Invitée de la plupart des cuisines traditionnelles comme des traités de médecine naturelle depuis des siècles, l’épice réputée la plus chère au monde démontre aujourd’hui qu’elle vaut bien plus que son prix…





Qui s’est déjà procuré un flacon de verre renfermant quelques filaments couleur rouge, « sang de boeuf », en vue de la préparation d’un repas de fête n’aura peut-être pas mesuré à sa juste valeur la préciosité et l’histoire séculaire de cette épice à travers le monde. Parties infimes et intimes de la fleur d’une espèce cultivée d’iridacée - le Crocus sativus - les pistils de safran sont récoltés manuellement et minutieusement (ils ne mesurent que 2 à 3 cm !) durant une période de 3 à 5 semaines de fin septembre à fin octobre selon les régions, au moment de la floraison de la fleur. Ensuite séchés, ils doivent leur prix à cette main-d’oeuvre délicate et à leur rareté. Entre 200 000 et 250 000 fleurs en moyenne sont nécessaires pour obtenir un kilo de la précieuse épice sèche ! Connu depuis plus de 5000 ans et provenant du Cachemire (hauts-plateaux du nord de l’Inde), d’Iran ou de France qui fut un de ses principaux comptoirs de vente du 16ème au 19ème siècles, le safran voit ses vertus médicinales et culinaires évoquées dans nombre de traités de médecine traditionnelle. Actuellement l’Iran produit plus de 100 tonnes par an, le Maroc entre 3 et 4 tonnes, la France 100 kilos, l’Espagne (Mancha) plus de 100 kilos, l’Italie dans des quantités semblables et la Belgique 3 ou 4 kilos. Nos safrans européens sont prisés par les amateurs car ils sont unanimement reconnus comme étant de qualité supérieure. Leurs propriétés et vertus ont été exploitées de par le monde tant en teinturerie pour la coloration de vêtements religieux, qu’en peinture (Michel-Ange en aurait utilisé pour peindre la Chapelle Sixtine !), qu’en cuisine pour la préparation de plats ou de boissons.

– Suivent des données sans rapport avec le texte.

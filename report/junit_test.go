package report

import (
	"bytes"
	"encoding/xml"
	"errors"
	"strings"
	"testing"

	"gaitrig/record"
)

func TestWriteJUnitParsesBack(t *testing.T) {
	tests := []struct {
		name                          string
		suites                        []Suite
		wantTests, wantFail, wantSkip int
		wantErrors                    int
		wantInFailure                 []string
	}{
		{
			name:   "empty document",
			suites: nil,
		},
		{
			name: "single run, one case per criterion",
			suites: []Suite{{Name: "level-walk", Cases: []Case{
				{Name: "min_steps", Seconds: 12.5},
				{Name: "peak_friction_utilization", Failure: "value 0.93 above limit 0.8", Detail: "peak at t=3.2 s, right foot"},
				{Name: "latency_p99", Skipped: "lockstep run: no wall-clock latency"},
			}}},
			wantTests: 3, wantFail: 1, wantSkip: 1,
			wantInFailure: []string{"value 0.93 above limit 0.8"},
		},
		{
			name:      "a scenario that could not run is an error",
			suites:    []Suite{ScenarioSuite("library", []ScenarioResult{{Scenario: "broken", Err: errors.New("scenario file missing")}})},
			wantTests: 1, wantErrors: 1,
			wantInFailure: []string{"could not run: scenario file missing"},
		},
		{
			name: "suite of scenarios with regressions",
			suites: []Suite{ScenarioSuite("library", []ScenarioResult{
				{Scenario: "flat", Outcome: "pass", Seconds: 3},
				{Scenario: "slippery <patch> & \"ice\"", Outcome: "pass", Regressions: []string{"steps 14 < baseline 20 (tolerance 2)", "peak friction utilization 0.91 > baseline 0.70 + 0.05"}},
				{Scenario: "push", Outcome: "tripped"},
				{Scenario: "broken", Err: errors.New("scenario file missing")},
				{Scenario: "greeting\x01with control byte", Outcome: "pass"},
				{Scenario: "watchdog-test", Outcome: "tripped", Expected: "tripped"},
				{Scenario: "watchdog-test-no-trip", Outcome: "pass", Expected: "tripped"},
			})},
			wantTests: 7, wantFail: 3, wantErrors: 1,
			wantInFailure: []string{"steps 14 < baseline 20", "peak friction utilization 0.91", `outcome "tripped", want "pass"`, `outcome "pass", want "tripped"`},
		},
	}
	for _, tc := range tests {
		t.Run(tc.name, func(t *testing.T) {
			var buf bytes.Buffer
			if err := WriteJUnit(&buf, tc.suites...); err != nil {
				t.Fatal(err)
			}
			var doc xmlTestSuites
			if err := xml.Unmarshal(buf.Bytes(), &doc); err != nil {
				t.Fatalf("output does not parse back: %v\n%s", err, buf.String())
			}
			if doc.Tests != tc.wantTests || doc.Failures != tc.wantFail || doc.Skipped != tc.wantSkip || doc.Errors != tc.wantErrors {
				t.Errorf("totals tests=%d failures=%d skipped=%d errors=%d, want %d %d %d %d",
					doc.Tests, doc.Failures, doc.Skipped, doc.Errors, tc.wantTests, tc.wantFail, tc.wantSkip, tc.wantErrors)
			}
			// Count the elements themselves, not only the totals we wrote.
			var cases, fails, skips, errs int
			var msgs []string
			for _, s := range doc.Suites {
				if s.Tests != len(s.Cases) {
					t.Errorf("suite %q says tests=%d but has %d cases", s.Name, s.Tests, len(s.Cases))
				}
				for _, c := range s.Cases {
					cases++
					if c.Failure != nil {
						fails++
						msgs = append(msgs, c.Failure.Message)
					}
					if c.Skipped != nil {
						skips++
					}
					if c.Error != nil {
						errs++
						msgs = append(msgs, c.Error.Message)
					}
				}
			}
			if cases != tc.wantTests || fails != tc.wantFail || skips != tc.wantSkip || errs != tc.wantErrors {
				t.Errorf("elements: %d testcase, %d failure, %d skipped, %d error; want %d %d %d %d",
					cases, fails, skips, errs, tc.wantTests, tc.wantFail, tc.wantSkip, tc.wantErrors)
			}
			all := strings.Join(msgs, "\n")
			for _, w := range tc.wantInFailure {
				if !strings.Contains(all, w) {
					t.Errorf("failure messages lack %q:\n%s", w, all)
				}
			}
		})
	}
}

type failingWriter struct{}

func (failingWriter) Write([]byte) (int, error) { return 0, errors.New("disk full") }

func TestWriteJUnitReportsWriteError(t *testing.T) {
	err := WriteJUnit(failingWriter{}, Suite{Name: "x", Cases: []Case{{Name: "a"}}})
	if err == nil || !strings.Contains(err.Error(), "disk full") {
		t.Fatalf("got %v, want an error naming the write failure", err)
	}
}

// A CI system shows a JUnit file's green cases to people signing off a
// firmware: the file carries the safety caution like every other report.
func TestJUnitCarriesTheSafetyCaution(t *testing.T) {
	var buf bytes.Buffer
	s := Suite{Name: "s", Cases: []Case{{Name: "c", Class: "k"}}}
	if err := WriteJUnit(&buf, s); err != nil {
		t.Fatal(err)
	}
	if !strings.Contains(buf.String(), record.Caution) {
		t.Fatalf("JUnit XML without the safety caution:\n%s", buf.String())
	}
	var doc xmlTestSuites
	if err := xml.Unmarshal(buf.Bytes(), &doc); err != nil || doc.Tests != 1 {
		t.Fatalf("the caution broke the document: %v, %d tests", err, doc.Tests)
	}
}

Cuisines du monde et actuelle

Riche de plus de 150 composants (composants volatils aromatiques, pigments caroténoïdes tels que la zéaxanthine ou le ß-carotène, etc.), le safran doit son pouvoir colorant rouge-orangé, son arôme amer et son goût de foin respectivement à la crocine, au safranal et à la picrocrocine. Soluble dans l’eau, la crocine permet ainsi au safran de colorer et surtout d’aromatiser de nombreux plats tels que ceux à base de riz ou les potages, les sauces pour poissons, fruits de mer et viandes, ainsi que les desserts. De l’Asie à l’Amérique en passant par l’Europe, nombre de traditions culinaires vont en exploiter les vertus. Les typiques paëlla espagnole, bouillabaise française, tajine marocaine, byrianis indien, « saffranbullar » suédoise ou encore « rissoto alla milanese » lui doivent ainsi leur couleur dorée et leur note gustative particulière. Mais son goût, incomparable, lui est propre et demeure unique ! Et les boissons ne sont pas en reste puisque le safran entre dans la composition de nombreux alcools tels que la Chartreuse ou l’Izarra. Attention cependant ! Même si deux ou troix filaments savamment macérés pendant 24 heures dans un peu d’eau tiède avant d’être ajoutés au plat en fin de cuisson (surtout pas d’ébullition) suffisent, le prix très élevé de cette épice (environ 35 000 euros/kg !) en fait un bien précieux dont il est impératif de s’assurer de la qualité en vérifiant sa couleur bien rouge et son aspect qui ne doit pas comporter de queues de pistils jaune et blanc. Le prix cependant ne doit pas décourager le chef en herbe qui utilisera par personne tellement peu de safran que le coût réel pour un safran de qualité n’excèdera pas 50 centimes par personne.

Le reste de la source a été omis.